--- EXERCISE MATERIALS ---
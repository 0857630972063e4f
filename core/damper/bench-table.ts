import { csvHeaderRead, csvNumbersRead, csvTextClipped } from './bench-csv';
import {
  benchPointsBinned,
  traceVelocity,
  TRACE_BINS,
  TRACE_HALF_WINDOW,
  type BenchPoints,
} from './bench-trace';
import {
  CLICK_ADJUSTERS,
  clickSettingsFromText,
  clickSettingsText,
  type ClickSettings,
} from './click-settings';
import { InputError } from '../units/input-error';
import { quantityParse, type QuantityKind } from '../units/units';
import { benchHeaderCellParse, type BenchHeaderCell } from './bench-header';
export { benchHeaderCellParse, type BenchHeaderCell };

/** What a column of a bench file holds. */
export type BenchColumnRole = 'velocity' | 'force' | 'time' | 'displacement';

const ROLE_KIND: Record<BenchColumnRole, QuantityKind> = {
  velocity: 'velocity',
  force: 'force',
  time: 'time',
  displacement: 'length',
};
const ROLE_UNITS: Record<BenchColumnRole, string> = {
  velocity: 'm/s, mm/s, in/s',
  force: 'N, kN, lbf',
  time: 's, ms',
  displacement: 'm, mm, in',
};

/**
 * How to read a bench file. Columns are found by header name (`velocity`, `force`; or
 * `time`, `displacement`, `force` for a trace) unless named here; values are SI unless a
 * unit is given here or in the header (`velocity [in/s]`).
 */
export type BenchTableOptions = {
  /** A point table (velocity, force) or a raw trace (time, displacement, force); found from the header when absent. */
  kind?: 'points' | 'trace';
  columns?: Partial<Record<BenchColumnRole, string>>;
  units?: Partial<Record<BenchColumnRole, string>>;
  /** The sign the file gives compression (velocity, displacement growth and force); positive unless said. */
  compression?: 'positive' | 'negative';
  /** Clicker positions of every run in the file, merged with any a header gives. */
  clicks?: ClickSettings;
  /** Half-width of the trace velocity window, samples each side. */
  halfWindow?: number;
  /** Speed bins per direction when a trace is reduced to points. */
  bins?: number;
};

/** One run read from a bench file: signed points in SI, compression positive. */
export type BenchTableRun = {
  /** The header's clicker setting of this run's columns ("bump 3 rebound 6"), "" when there is none. */
  column: string;
  clicks: ClickSettings;
  source: 'points' | 'trace';
  points: BenchPoints;
  /** The raw trace (s, m, N; compression positive) for a run read from one. */
  trace?: { time: Float64Array; displacement: Float64Array; force: Float64Array };
};

/** The SI factor of a column's unit: what one of the file's units is in SI. */
function unitFactor(unit: string, role: BenchColumnRole, field: string): number {
  let factor: number;
  try {
    factor = quantityParse(`1 ${unit}`, ROLE_KIND[role], field);
  } catch {
    throw new InputError(
      field,
      `"${unit}" is not a unit of ${ROLE_KIND[role] === 'length' ? 'length' : role}; use e.g. ${ROLE_UNITS[role]}`,
    );
  }
  if (!(factor > 0)) throw new InputError(field, `"${unit}" is not a unit of ${role}`);
  return factor;
}

function clicksMerged(fromFile: ClickSettings, fromOptions: ClickSettings, field: string): ClickSettings {
  const out: ClickSettings = { ...fromOptions };
  for (const a of CLICK_ADJUSTERS) {
    const v = fromFile[a];
    if (v === undefined) continue;
    if (out[a] !== undefined && out[a] !== v)
      throw new InputError(field, `the header says ${a} ${v} but the clicks given say ${a} ${out[a]}`);
    out[a] = v;
  }
  return out;
}

type Located = { index: number; cell: BenchHeaderCell };

function columnsOfRole(
  cells: BenchHeaderCell[],
  role: BenchColumnRole,
  named: string | undefined,
): Located[] {
  const want = (named ?? role).trim().toLowerCase();
  return cells
    .map((cell, index) => ({ index, cell }))
    .filter(({ cell }) =>
      named ? cell.text.toLowerCase() === want || cell.name === want : cell.name === want,
    );
}

function oneColumn(cells: BenchHeaderCell[], role: BenchColumnRole, options: BenchTableOptions): Located {
  const found = columnsOfRole(cells, role, options.columns?.[role]);
  const named = options.columns?.[role];
  if (found.length === 0)
    throw new InputError(
      `--${role}-column`,
      `no column ${named ? `"${named}"` : `named "${role}"`} in the header (${csvTextClipped(cells.map((c) => c.text).join(', '), 160)})`,
    );
  if (found.length > 1)
    throw new InputError(`--${role}-column`, `${found.length} columns match "${named ?? role}"; name one`);
  return found[0] as Located;
}

function columnFactor(c: Located, role: BenchColumnRole, options: BenchTableOptions): number {
  const given = options.units?.[role];
  if (c.cell.unit !== undefined && given !== undefined && c.cell.unit !== given.trim())
    throw new InputError(
      `--${role}-unit`,
      `says "${given}" but the header "${c.cell.text}" says [${c.cell.unit}]`,
    );
  const unit = c.cell.unit ?? given;
  if (unit === undefined) return 1;
  return unitFactor(unit, role, c.cell.unit !== undefined ? `header "${c.cell.text}"` : `--${role}-unit`);
}

function settingOf(c: Located): { key: string; clicks: ClickSettings } {
  if (c.cell.setting === undefined) return { key: '', clicks: {} };
  const clicks = clickSettingsFromText(
    c.cell.setting,
    `header "${c.cell.text}" (clicker positions are written as (bump 3 rebound 6) or B3 R6, a unit as [in/s] or (in/s))`,
  );
  return { key: clickSettingsText(clicks), clicks };
}

/**
 * Forces must have the sign of velocity: a damper resists its motion, so with compression
 * positive both are positive in bump. Most rows the other way round means the file uses
 * another sign convention than the one stated.
 */
function signCheck(points: BenchPoints, what: string): void {
  let max = 0;
  for (const v of points.velocity) max = Math.max(max, Math.abs(v));
  let same = 0;
  let opposite = 0;
  let atRest = 0;
  for (let i = 0; i < points.velocity.length; i++) {
    const v = points.velocity[i] as number;
    const f = points.force[i] as number;
    // A reading at rest has no direction to agree with: it is the gas force, or an offset.
    if (v === 0) atRest++;
    if (v === 0 || Math.abs(v) < 0.05 * max || f === 0) continue;
    if (Math.sign(v) === Math.sign(f)) same++;
    else opposite++;
  }
  if (atRest === points.velocity.length)
    throw new InputError(
      what,
      `${atRest === 1 ? 'its one row is' : `all ${atRest} rows are`} at zero speed: a reading at rest is the gas force, not damping; a curve needs rows at shaft speeds above zero`,
    );
  if (opposite > same)
    throw new InputError(
      what,
      `in ${opposite} of ${same + opposite} rows force and velocity have opposite signs; a damper's force opposes its motion, so with compression positive both are positive in bump — is the sign convention right (--compression positive|negative), or are velocity and force in different conventions?`,
    );
}

function pointsRead(
  text: string,
  options: BenchTableOptions,
  cells: BenchHeaderCell[],
  header: ReturnType<typeof csvHeaderRead>,
): BenchTableRun[] {
  const single = options.columns?.velocity !== undefined || options.columns?.force !== undefined;
  const velocities = single
    ? [oneColumn(cells, 'velocity', options)]
    : columnsOfRole(cells, 'velocity', undefined);
  const forces = single ? [oneColumn(cells, 'force', options)] : columnsOfRole(cells, 'force', undefined);
  if (velocities.length === 0 || forces.length === 0)
    throw new InputError(
      'header',
      `a point table needs a "velocity" and a "force" column (header: ${csvTextClipped(cells.map((c) => c.text).join(', '), 160)})`,
    );
  type Pair = { key: string; clicks: ClickSettings; v: Located; f?: Located };
  const pairs = new Map<string, Pair>();
  for (const v of velocities) {
    const s = settingOf(v);
    if (pairs.has(s.key))
      throw new InputError(
        `header "${v.cell.text}"`,
        `a second velocity column for ${s.key ? `(${s.key})` : 'the same run'}`,
      );
    pairs.set(s.key, { ...s, v });
  }
  for (const f of forces) {
    const s = settingOf(f);
    const pair = pairs.get(s.key);
    if (!pair)
      throw new InputError(
        `header "${f.cell.text}"`,
        `has no velocity column with the same clicker setting${s.key ? ` (${s.key})` : ''}`,
      );
    if (pair.f)
      throw new InputError(
        `header "${f.cell.text}"`,
        `a second force column for ${s.key ? `(${s.key})` : 'the same run'}`,
      );
    pair.f = f;
  }
  const list = [...pairs.values()];
  for (const p of list)
    if (!p.f)
      throw new InputError(
        `header "${p.v.cell.text}"`,
        `has no force column with the same clicker setting${p.key ? ` (${p.key})` : ''}`,
      );
  const wanted = list.flatMap((p) => [p.v.index, (p.f as Located).index]);
  const numbers = csvNumbersRead(text, header, wanted, { allowEmpty: new Set(wanted) });
  if (numbers.rowCount === 0) throw new InputError('file', 'has a header but no rows of numbers');
  const sign = options.compression === 'negative' ? -1 : 1;
  return list.map((p) => {
    const f = p.f as Located;
    const vIn = numbers.columns.get(p.v.index) as Float64Array;
    const fIn = numbers.columns.get(f.index) as Float64Array;
    const kv = sign * columnFactor(p.v, 'velocity', options);
    const kf = sign * columnFactor(f, 'force', options);
    const velocity = new Float64Array(numbers.rowCount);
    const force = new Float64Array(numbers.rowCount);
    let n = 0;
    for (let i = 0; i < numbers.rowCount; i++) {
      const v = vIn[i] as number;
      const F = fIn[i] as number;
      const vEmpty = Number.isNaN(v);
      if (vEmpty !== Number.isNaN(F))
        throw new InputError(
          `line ${numbers.lines[i]}, column "${(vEmpty ? p.v : f).cell.text}"`,
          `is empty while "${(vEmpty ? f : p.v).cell.text}" has a value; a point needs both`,
        );
      if (vEmpty) continue;
      velocity[n] = v * kv;
      force[n] = F * kf;
      n++;
    }
    if (n === 0) throw new InputError(`header "${p.v.cell.text}"`, 'has no rows of numbers');
    const points = { velocity: velocity.slice(0, n), force: force.slice(0, n) };
    signCheck(points, p.key ? `columns (${p.key})` : 'file');
    return {
      column: p.key,
      clicks: clicksMerged(p.clicks, options.clicks ?? {}, `header "${p.v.cell.text}"`),
      source: 'points' as const,
      points,
    };
  });
}

function traceRead(
  text: string,
  options: BenchTableOptions,
  cells: BenchHeaderCell[],
  header: ReturnType<typeof csvHeaderRead>,
): BenchTableRun[] {
  const t = oneColumn(cells, 'time', options);
  const x = oneColumn(cells, 'displacement', options);
  const f = oneColumn(cells, 'force', options);
  const numbers = csvNumbersRead(text, header, [t.index, x.index, f.index]);
  if (numbers.rowCount === 0) throw new InputError('file', 'has a header but no rows of numbers');
  const sign = options.compression === 'negative' ? -1 : 1;
  const scaled = (c: Located, role: BenchColumnRole, s: number) => {
    const k = s * columnFactor(c, role, options);
    const src = numbers.columns.get(c.index) as Float64Array;
    const out = new Float64Array(src.length);
    for (let i = 0; i < src.length; i++) out[i] = (src[i] as number) * k;
    return out;
  };
  const time = scaled(t, 'time', 1);
  const displacement = scaled(x, 'displacement', sign);
  const force = scaled(f, 'force', sign);
  const velocity = traceVelocity(time, displacement, options.halfWindow ?? TRACE_HALF_WINDOW, numbers.lines);
  signCheck({ velocity, force }, 'file');
  const points = benchPointsBinned({ velocity, force }, options.bins ?? TRACE_BINS);
  let setting = { key: '', clicks: {} as ClickSettings };
  for (const c of [t, x, f]) if (c.cell.setting !== undefined) setting = settingOf(c);
  return [
    {
      column: setting.key,
      clicks: clicksMerged(setting.clicks, options.clicks ?? {}, 'header'),
      source: 'trace',
      points,
      trace: { time, displacement, force },
    },
  ];
}

/**
 * Reads a bench file's text into runs: a point table (velocity and force, optionally one
 * column pair per clicker setting, e.g. `velocity (bump 3 rebound 6)`), or a raw trace
 * (time, displacement, force → velocity by a smoothed central difference, then binned
 * averages per direction). Units per column, the compression sign as given.
 * @throws InputError naming the line, column or option that is wrong.
 */
export function benchTableRead(text: string, options: BenchTableOptions = {}): BenchTableRun[] {
  const header = csvHeaderRead(text);
  const cells = header.cells.map(benchHeaderCellParse);
  const seen = new Map<string, string>();
  for (const c of cells) {
    const key = c.text.toLowerCase();
    if (seen.has(key))
      throw new InputError(`line ${header.line}`, `the column "${c.text}" appears twice in the header`);
    seen.set(key, c.text);
  }
  if (
    options.halfWindow !== undefined &&
    !(Number.isInteger(options.halfWindow) && options.halfWindow >= 1 && options.halfWindow <= 500)
  )
    throw new InputError(
      '--smoothing',
      `got ${options.halfWindow}; expected a whole number of samples from 1 to 500`,
    );
  if (
    options.bins !== undefined &&
    !(Number.isInteger(options.bins) && options.bins >= 3 && options.bins <= 1000)
  )
    throw new InputError('--bins', `got ${options.bins}; expected a whole number from 3 to 1000`);
  for (const [role, unit] of Object.entries(options.units ?? {}) as [BenchColumnRole, string | undefined][])
    if (unit !== undefined) unitFactor(unit, role, `--${role}-unit`);
  // Naming a column says which kind of file this is; otherwise the header does.
  const named = options.columns ?? {};
  const kind =
    options.kind ??
    (named.velocity !== undefined
      ? 'points'
      : named.time !== undefined || named.displacement !== undefined
        ? 'trace'
        : undefined) ??
    (columnsOfRole(cells, 'velocity', options.columns?.velocity).length > 0
      ? 'points'
      : columnsOfRole(cells, 'time', options.columns?.time).length > 0 &&
          columnsOfRole(cells, 'displacement', options.columns?.displacement).length > 0
        ? 'trace'
        : undefined);
  if (kind === undefined)
    throw new InputError(
      'header',
      `found neither velocity and force columns (a point table) nor time, displacement and force (a trace) in "${csvTextClipped(header.cells.join(', '), 160)}"; name the columns, e.g. --velocity-column "Vel" --force-column "Load"`,
    );
  // An option for columns this kind of file does not have is a misunderstanding worth saying.
  const unused: BenchColumnRole[] = kind === 'points' ? ['time', 'displacement'] : ['velocity'];
  for (const role of unused) {
    for (const [what, given] of [
      ['unit', options.units?.[role]],
      ['column', options.columns?.[role]],
    ] as const)
      if (given !== undefined)
        throw new InputError(
          `--${role}-${what}`,
          `does not apply: the file is read as a ${kind === 'points' ? 'point table' : 'trace'}, which has no ${role} column`,
        );
  }
  return kind === 'points'
    ? pointsRead(text, options, cells, header)
    : traceRead(text, options, cells, header);
}
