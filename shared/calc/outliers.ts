/*
 * The one outlier rule for the phone and the office: a plant whose modified z-score
 * M = 0.6745·|x − median| / MAD is above 3.5 (B. Iglewicz and D. C. Hoaglin, "How to Detect and
 * Handle Outliers", ASQC Quality Press, 1993; quoted from memory), from 4 plants on. Both the
 * capture app and the review page call outlierIndexes, so the plant flagged on the phone is the
 * plant flagged in review.
 */

/** Cut-off of the modified z-score. */
export const OUTLIER_Z = 3.5;
/** 1 / Φ⁻¹(0.75) ≈ 1/0.6745: makes the MAD estimate the standard deviation of normal data. */
export const MAD_SCALE = 1.4826;
/** √(π/2): the same for the mean absolute deviation, used when the MAD is 0 (from memory). */
export const MEAN_AD_SCALE = 1.253314;
/** With fewer plants the median and MAD say too little to call one plant odd. */
export const OUTLIER_MIN_N = 4;

export function median(values: readonly number[]): number {
  if (!values.length) return NaN;
  const s = [...values].sort((a, b) => a - b);
  const mid = s.length >> 1;
  return s.length % 2 ? s[mid]! : (s[mid - 1]! + s[mid]!) / 2;
}

/**
 * The modified z-score of each value: |x − median| / (1.4826·MAD). When more than half the values
 * are equal the MAD is 0; then the mean absolute deviation from the median stands in (× 1.253314).
 * All zeros when every value is the same; empty below OUTLIER_MIN_N values.
 */
export function robustZ(values: readonly number[]): number[] {
  if (values.length < OUTLIER_MIN_N) return [];
  const m = median(values);
  const dev = values.map((v) => Math.abs(v - m));
  const mad = median(dev);
  let scale = MAD_SCALE * mad;
  if (!(scale > 0)) scale = MEAN_AD_SCALE * (dev.reduce((a, b) => a + b, 0) / dev.length);
  if (!(scale > 0)) return values.map(() => 0);
  return dev.map((d) => d / scale);
}

/** Indexes of the values whose modified z-score is above `cutoff` (none below OUTLIER_MIN_N values). */
export function outlierIndexes(values: readonly number[], cutoff = OUTLIER_Z): number[] {
  const z = robustZ(values);
  const out: number[] = [];
  z.forEach((v, i) => {
    if (v > cutoff) out.push(i);
  });
  return out;
}
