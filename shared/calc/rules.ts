import type { SeasonWindow } from './dates';
import { lbPerAcToKgPerHa } from './units';

/** Cover-crop classes a planting can be recorded as. */
export const CROPS = ['cereal_rye', 'triticale', 'barley', 'oats', 'wheat', 'legume', 'mix', 'other'] as const;
export type CropClass = (typeof CROPS)[number];

/** The winter cereals (non-legume scavengers) a typical rule makes eligible. */
export const CEREAL_CROPS = ['cereal_rye', 'triticale', 'barley', 'oats', 'wheat'] as const satisfies readonly CropClass[];

/** How a rule turns an estimate into a verdict; explained in shared/calc/verdict.ts. */
export const DECISION_BASES = ['point', 'lower_bound', 'point_with_borderline'] as const;
export type DecisionBasis = (typeof DECISION_BASES)[number];

export interface CreditRule {
  thresholdKgHa: number;
  minDaysInWindow: number;
  window: SeasonWindow;
  eligibleCrops: string[];
  creditKgNPerHa: number;
  maxDaysSampleBeforeTermination: number;
  /** 'YYYY-MM-DD': project to this day when the planting has no termination date yet. */
  today?: string;
}

/**
 * Typical rule values, for demos and tests only. Real rules are settings an administrator confirms
 * against the local authority, never constants in code.
 * - 4,500 lb/ac and 90 days: the typical values of such rules (product brief); 4,500 lb/ac is
 *   exactly 5,043.83 kg/ha.
 * - window 10-01..03-31: an invented demo choice of rainy period.
 * - 50 lb N/ac credit (56.04 kg N/ha) and 30 days sample-to-termination: invented demo values.
 */
export const DEMO_RULE: Readonly<CreditRule> = Object.freeze({
  thresholdKgHa: lbPerAcToKgPerHa(4500),
  minDaysInWindow: 90,
  window: Object.freeze({ start: '10-01', end: '03-31' }),
  eligibleCrops: [...CEREAL_CROPS],
  creditKgNPerHa: lbPerAcToKgPerHa(50),
  maxDaysSampleBeforeTermination: 30,
});
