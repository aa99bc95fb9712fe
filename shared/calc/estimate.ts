import { CalcError } from './errors';
import type { Fit } from './fit-types';
import { formatNumber } from '../format/figures';
import { lengthForBiomass } from './inverse';
import { assertFit, curveRange, interval, predict } from './predict';
import { tCritical } from './t-dist';
import { CM_PER_IN, kgPerHaToLbPerAc } from './units';
import { requireLevel, requirePositive } from './validate';

/** One plant per stop, about 10 stops: the usual field sample (common practice, no published source). */
export const USUAL_SAMPLE_SIZE = 10;
/** Above this, "more plants" stops being useful advice: the mean sits on the threshold. */
export const MAX_PLANTS_SUGGESTED = 500;

export interface EstimateOptions {
  thresholdKgHa: number;
  /** Level of the prediction interval and of the sampling range. Default 0.9. */
  level?: number;
  /** Units used in the plain-words note. Default 'us' (in, lb/ac), as the trade reads them. */
  units?: 'us' | 'metric';
}

export interface BiomassEstimate {
  n: number;
  meanLengthCm: number;
  /** null with a single plant. */
  sdLengthCm: number | null;
  biomassKgHa: number;
  /** Prediction interval of the field's biomass at the mean length (floored at 0). */
  interval: [number, number];
  /** The t-interval of the mean length carried through the curve; null with a single plant. */
  samplingRange: [number, number] | null;
  thresholdKgHa: number;
  /** The rule's own test: point estimate ≥ threshold. */
  meetsThreshold: boolean;
  /** Mean length outside the calibrated length range. */
  extrapolated: boolean;
  /** When the sampling range straddles the threshold: how many more plants would likely settle it
   *  (assuming the observed mean and spread hold). 0 when already settled; null when it cannot be said
   *  (one plant, all lengths equal, or the mean sits on the threshold). */
  morePlantsSuggested: number | null;
  /** Mean length at which this calibration reaches the threshold (extrapolating if need be), or null. */
  lengthForThresholdCm: number | null;
  level: number;
  note: string;
}

function validLengths(lengths: unknown): number[] {
  if (!Array.isArray(lengths) || lengths.length === 0) {
    throw new CalcError('empty', 'Enter at least one main shoot length.', 'lengthsCm');
  }
  lengths.forEach((v, i) => {
    if (typeof v !== 'number' || !Number.isFinite(v)) {
      throw new CalcError('not_finite', `Plant ${i + 1}: the length is not a number.`, 'lengthsCm');
    }
    if (v <= 0) throw new CalcError('non_positive', `Plant ${i + 1}: a length must be greater than zero.`, 'lengthsCm');
  });
  return lengths as number[];
}

/** Smallest total m > n with t(level, m−1)·sd/√m < d, i.e. the sampling interval excludes the threshold. */
function plantsNeeded(n: number, sd: number, d: number, level: number): number | null {
  if (!(d > 0) || !(sd > 0)) return null;
  const ok = (m: number) => (tCritical(level, m - 1) * sd) / Math.sqrt(m) < d;
  if (!ok(MAX_PLANTS_SUGGESTED)) return null;
  // Upper bound from the current (larger) t value, then bisect: ok(m) only improves as m grows.
  let hi = Math.min(MAX_PLANTS_SUGGESTED, Math.max(n + 1, Math.ceil(((tCritical(level, n - 1) * sd) / d) ** 2) + 1));
  if (!ok(hi)) hi = MAX_PLANTS_SUGGESTED;
  let lo = n + 1;
  if (lo > hi) return null;
  while (lo < hi) {
    const mid = (lo + hi) >> 1;
    if (ok(mid)) hi = mid;
    else lo = mid + 1;
  }
  return lo;
}

/**
 * Biomass for one field walk from its main shoot lengths (cm) and a calibration fit (cm → kg/ha).
 * Works from the first plant on; the phone calls it after every entry.
 */
export function estimateBiomass(fit: Fit, lengthsCm: number[], options: EstimateOptions): BiomassEstimate {
  assertFit(fit);
  const lengths = validLengths(lengthsCm);
  const threshold = requirePositive(options?.thresholdKgHa, 'thresholdKgHa');
  const level = options.level ?? 0.9;
  requireLevel(level);
  const us = (options.units ?? 'us') === 'us';

  const n = lengths.length;
  let sum = 0;
  for (const v of lengths) sum += v;
  const mean = sum / n;
  let sd: number | null = null;
  if (n >= 2) {
    let ss = 0;
    for (const v of lengths) ss += (v - mean) * (v - mean);
    sd = Math.sqrt(ss / (n - 1));
  }

  const biomass = Math.max(0, predict(fit, mean));
  const pi = interval(fit, mean, { level, kind: 'prediction' });
  const piOut: [number, number] = [Math.max(0, pi[0]), Math.max(0, pi[1])];
  const [x0, x1] = fit.xRange;
  const extrapolated = mean < x0 || mean > x1;
  const meets = biomass >= threshold;

  const inv = lengthForBiomass(fit, threshold, { extrapolate: true });
  const lengthForThresholdCm = inv.ok ? inv.x : null;

  let samplingRange: [number, number] | null = null;
  let more: number | null = null;
  if (sd !== null) {
    const half = (tCritical(level, n - 1) * sd) / Math.sqrt(n);
    const lenLo = mean - half;
    const lenHi = mean + half;
    // A power curve is only defined for positive lengths; below zero length, zero biomass.
    if (fit.model === 'power' && lenLo <= 0) {
      samplingRange = [0, Math.max(0, predict(fit, lenHi))];
    } else {
      const r = curveRange(fit, lenLo, lenHi);
      samplingRange = [Math.max(0, r[0]), Math.max(0, r[1])];
    }
    const straddles = samplingRange[0] < threshold && threshold < samplingRange[1];
    // Equal lengths leave the spread unknown, not zero: never call that settled.
    if (sd === 0) more = null;
    else if (!straddles) more = 0;
    else if (lengthForThresholdCm !== null) {
      const m = plantsNeeded(n, sd, Math.abs(mean - lengthForThresholdCm), level);
      more = m === null ? null : Math.max(1, m - n);
    }
  }

  // Plain words, in the user's units.
  const len = (cm: number) => (us ? `${formatNumber(cm / CM_PER_IN, 1)} in` : `${formatNumber(cm, 1)} cm`);
  const mass = (kg: number) => (us ? formatNumber(kgPerHaToLbPerAc(kg)) : formatNumber(kg));
  const mu = us ? 'lb/ac' : 'kg/ha';
  const pct = Math.round(level * 100);
  const parts: string[] = [];
  parts.push(
    `Estimated ${mass(biomass)} ${mu} at a mean main shoot length of ${len(mean)} (${n} plant${n === 1 ? '' : 's'}): ` +
      (meets ? `meets the ${mass(threshold)} ${mu} threshold.` : `below the ${mass(threshold)} ${mu} threshold.`),
  );
  if (extrapolated) {
    parts.push(
      `The mean length is outside the calibrated range (${len(x0)} to ${len(x1)}), so this is an extrapolation; treat it with caution.`,
    );
  }
  if (samplingRange === null) {
    parts.push('With one plant there is no sampling range yet; it appears from the second plant on.');
  } else if (sd === 0) {
    parts.push('All lengths are the same, so the spread between plants is unknown and the sampling range cannot be judged; check the entries and measure more plants.');
  } else if (more === 0) {
    const side = samplingRange[0] >= threshold ? 'above' : 'below';
    parts.push(
      `The ${pct}% sampling range (${mass(samplingRange[0])} to ${mass(samplingRange[1])} ${mu}) lies ${side} the threshold, so more plants would likely not change the verdict.`,
    );
  } else if (more !== null) {
    parts.push(
      `The ${pct}% sampling range (${mass(samplingRange[0])} to ${mass(samplingRange[1])} ${mu}) spans the threshold: about ${more} more plant${more === 1 ? '' : 's'} would likely settle it.`,
    );
  } else if (lengthForThresholdCm === null) {
    parts.push(
      `The ${pct}% sampling range (${mass(samplingRange[0])} to ${mass(samplingRange[1])} ${mu}) spans the threshold; this curve cannot say how many more plants would settle it.`,
    );
  } else {
    parts.push(
      `The ${pct}% sampling range (${mass(samplingRange[0])} to ${mass(samplingRange[1])} ${mu}) spans the threshold and the mean sits very close to it, so more plants are unlikely to settle it.`,
    );
  }
  if (n < USUAL_SAMPLE_SIZE) parts.push(`The usual sample is ${USUAL_SAMPLE_SIZE} plants, one per stop.`);

  return {
    n,
    meanLengthCm: mean,
    sdLengthCm: sd,
    biomassKgHa: biomass,
    interval: piOut,
    samplingRange,
    thresholdKgHa: threshold,
    meetsThreshold: meets,
    extrapolated,
    morePlantsSuggested: more,
    lengthForThresholdCm,
    level,
    note: parts.join(' '),
  };
}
---
- WORK REQUEST:
Within the records above, determine how many lines contain the word "velocities". Respond with that number and no other text.

- EXERCISE SOLUTION:
3